··· SUPPLIED DATA

/// One run as reported.
#[derive(Debug, Clone, Serialize)]
pub struct RunSummary {
    /// The run's id.
    pub run_id: String,
    /// `primary` or `comparison`.
    pub role: &'static str,
    /// For a comparison run, the primary run's id.
    pub primary_run_id: Option<String>,
    /// Scheme name.
    pub scheme: String,
    /// The scheme in plain words, with lengths in the CRS's unit.
    pub scheme_described: String,
    /// Scheme and model options.
    pub parameters: serde_json::Value,
    /// Seed.
    pub seed: u64,
    /// Repetitions.
    pub repeats: u32,
    /// Facts about the split (e.g. occupied blocks and units per block).
    pub split: serde_json::Map<String, serde_json::Value>,
    /// Warnings about the split.
    pub warnings: Vec<String>,
    /// Pooled over all held-out predictions.
    pub pooled: Scores,
    /// Mean and sample SD of per-fold scores.
    #[serde(serialize_with = "spread_map")]
    pub fold_spread: Vec<(&'static str, Spread)>,
    /// Mean and sample SD over repetitions of each repetition's pooled scores.
    #[serde(serialize_with = "optional_spread_map")]
    pub repeat_spread: Option<Vec<(&'static str, Spread)>>,
    /// The training-mean baseline on the same folds.
    pub baseline: Scores,
    /// Moran's I of the held-out residuals, when it could be computed.
    pub held_out_moran: Option<HeldOutMoran>,
    /// Test-to-training nearest distances (repetition 1), pooled then per
    /// fold, and the prediction distances when the run has locations.
    pub fold_distances: Vec<DistanceSummary>,
    /// Per fold and repetition.
    pub folds: Vec<FoldSummary>,
    /// Each fitted term's spread over all folds of all repetitions.
    pub coefficients: Vec<TermSpread>,
    /// Held-out predictions made by a fallback rule or with all-zero
    /// indicators: `(what, units)`.
    pub notes: Vec<(String, usize)>,
    /// Distance matching against the prediction locations: W (the
    /// Wasserstein-1 distance between the test-to-training distances during
    /// cross-validation and the prediction-location-to-data distances), per
    /// repetition and over all, with both medians. None without prediction
    /// locations.
    pub matching: Option<Matching>,
}

/// How much more optimistic the random folds were than the spatial ones.
#[derive(Debug, Clone, Serialize)]
pub struct Comparison {
    /// The score compared (the family's headline score).
    pub score: &'static str,
    /// Its pooled value in the spatial (primary) run.
    pub spatial: f64,
    /// Its pooled value in the random run.
    pub random: f64,
    /// (spatial − random) / spatial: the share by which random folds understate the error.
    pub understated_by: f64,
}

/// Everything a run reports.
#[derive(Debug, Clone, Serialize)]
pub struct Summary {
    /// Layout version of this document.
    pub schema_version: u32,
    /// `succeeded`.
    pub status: &'static str,
    /// The process exit code.
    pub exit_code: i32,
    /// The job label.
    pub job: String,
    /// The source.
    pub source: SourceInfo,
    /// The model in plain words.
    pub model: String,
    /// Exclusion buffer radius, when one was used.
    pub exclusion_radius: Option<f64>,
    /// Rows read.
    pub units_read: u64,
    /// Units used.
    pub units_used: usize,
    /// Rows skipped, total.
    pub units_skipped: u64,
    /// Rows skipped by reason, with every id.
    pub skipped: Skipped,
    /// Fingerprint of the used rows.
    pub input_fingerprint: String,
    /// The runs, primary first.
    pub runs: Vec<RunSummary>,
    /// Spatial versus random, when both ran.
    pub comparison: Option<Comparison>,
    /// True for a run made with `--assign-only`: folds recorded, no fit.
    pub assign_only: bool,
    /// False for a model that uses location only (the features were read
    /// so that it validates the same units).
    pub features_used: bool,
    /// Where the results went.
    pub results: StoreReport,
    /// The drift gates, judged on the stored scores (empty without gates).
    pub gates: Vec<crate::gates::GateResult>,
    /// The prediction locations read, when the run named them.
    pub prediction_locations: Option<Locations>,
}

······

#### HOW TO COMPLETE THIS TASK
Please transcribe each of the entries, exactly as written.

#### THE ANSWER
/// One run as reported.
#[derive(Debug, Clone, Serialize)]
pub struct RunSummary {
    /// The run's id.
    pub run_id: String,
    /// `primary` or `comparison`.
    pub role: &'static str,
    /// For a comparison run, the primary run's id.
    pub primary_run_id: Option<String>,
    /// Scheme name.
    pub scheme: String,
    /// The scheme in plain words, with lengths in the CRS's unit.
    pub scheme_described: String,
    /// Scheme and model options.
    pub parameters: serde_json::Value,
    /// Seed.
    pub seed: u64,
    /// Repetitions.
    pub repeats: u32,
    /// Facts about the split (e.g. occupied blocks and units per block).
    pub split: serde_json::Map<String, serde_json::Value>,
    /// Warnings about the split.
    pub warnings: Vec<String>,
    /// Pooled over all held-out predictions.
    pub pooled: Scores,
    /// Mean and sample SD of per-fold scores.
    #[serde(serialize_with = "spread_map")]
    pub fold_spread: Vec<(&'static str, Spread)>,
    /// Mean and sample SD over repetitions of each repetition's pooled scores.
    #[serde(serialize_with = "optional_spread_map")]
    pub repeat_spread: Option<Vec<(&'static str, Spread)>>,
    /// The training-mean baseline on the same folds.
    pub baseline: Scores,
    /// Moran's I of the held-out residuals, when it could be computed.
    pub held_out_moran: Option<HeldOutMoran>,
    /// Test-to-training nearest distances (repetition 1), pooled then per
    /// fold, and the prediction distances when the run has locations.
    pub fold_distances: Vec<DistanceSummary>,
    /// Per fold and repetition.
    pub folds: Vec<FoldSummary>,
    /// Each fitted term's spread over all folds of all repetitions.
    pub coefficients: Vec<TermSpread>,
    /// Held-out predictions made by a fallback rule or with all-zero
    /// indicators: `(what, units)`.
    pub notes: Vec<(String, usize)>,
    /// Distance matching against the prediction locations: W (the
    /// Wasserstein-1 distance between the test-to-training distances during
    /// cross-validation and the prediction-location-to-data distances), per
    /// repetition and over all, with both medians. None without prediction
    /// locations.
    pub matching: Option<Matching>,
}

/// How much more optimistic the random folds were than the spatial ones.
#[derive(Debug, Clone, Serialize)]
pub struct Comparison {
    /// The score compared (the family's headline score).
    pub score: &'static str,
    /// Its pooled value in the spatial (primary) run.
    pub spatial: f64,
    /// Its pooled value in the random run.
    pub random: f64,
    /// (spatial − random) / spatial: the share by which random folds understate the error.
    pub understated_by: f64,
}

/// Everything a run reports.
#[derive(Debug, Clone, Serialize)]
pub struct Summary {
    /// Layout version of this document.
    pub schema_version: u32,
    /// `succeeded`.
    pub status: &'static str,
    /// The process exit code.
    pub exit_code: i32,
    /// The job label.
    pub job: String,
    /// The source.
    pub source: SourceInfo,
    /// The model in plain words.
    pub model: String,
    /// Exclusion buffer radius, when one was used.
    pub exclusion_radius: Option<f64>,
    /// Rows read.
    pub units_read: u64,
    /// Units used.
    pub units_used: usize,
    /// Rows skipped, total.
    pub units_skipped: u64,
    /// Rows skipped by reason, with every id.
    pub skipped: Skipped,
    /// Fingerprint of the used rows.
    pub input_fingerprint: String,
    /// The runs, primary first.
    pub runs: Vec<RunSummary>,
    /// Spatial versus random, when both ran.
    pub comparison: Option<Comparison>,
    /// True for a run made with `--assign-only`: folds recorded, no fit.
    pub assign_only: bool,
    /// False for a model that uses location only (the features were read
    /// so that it validates the same units).
    pub features_used: bool,
    /// Where the results went.
    pub results: StoreReport,
    /// The drift gates, judged on the stored scores (empty without gates).
    pub gates: Vec<crate::gates::GateResult>,
    /// The prediction locations read, when the run named them.
    pub prediction_locations: Option<Locations>,
}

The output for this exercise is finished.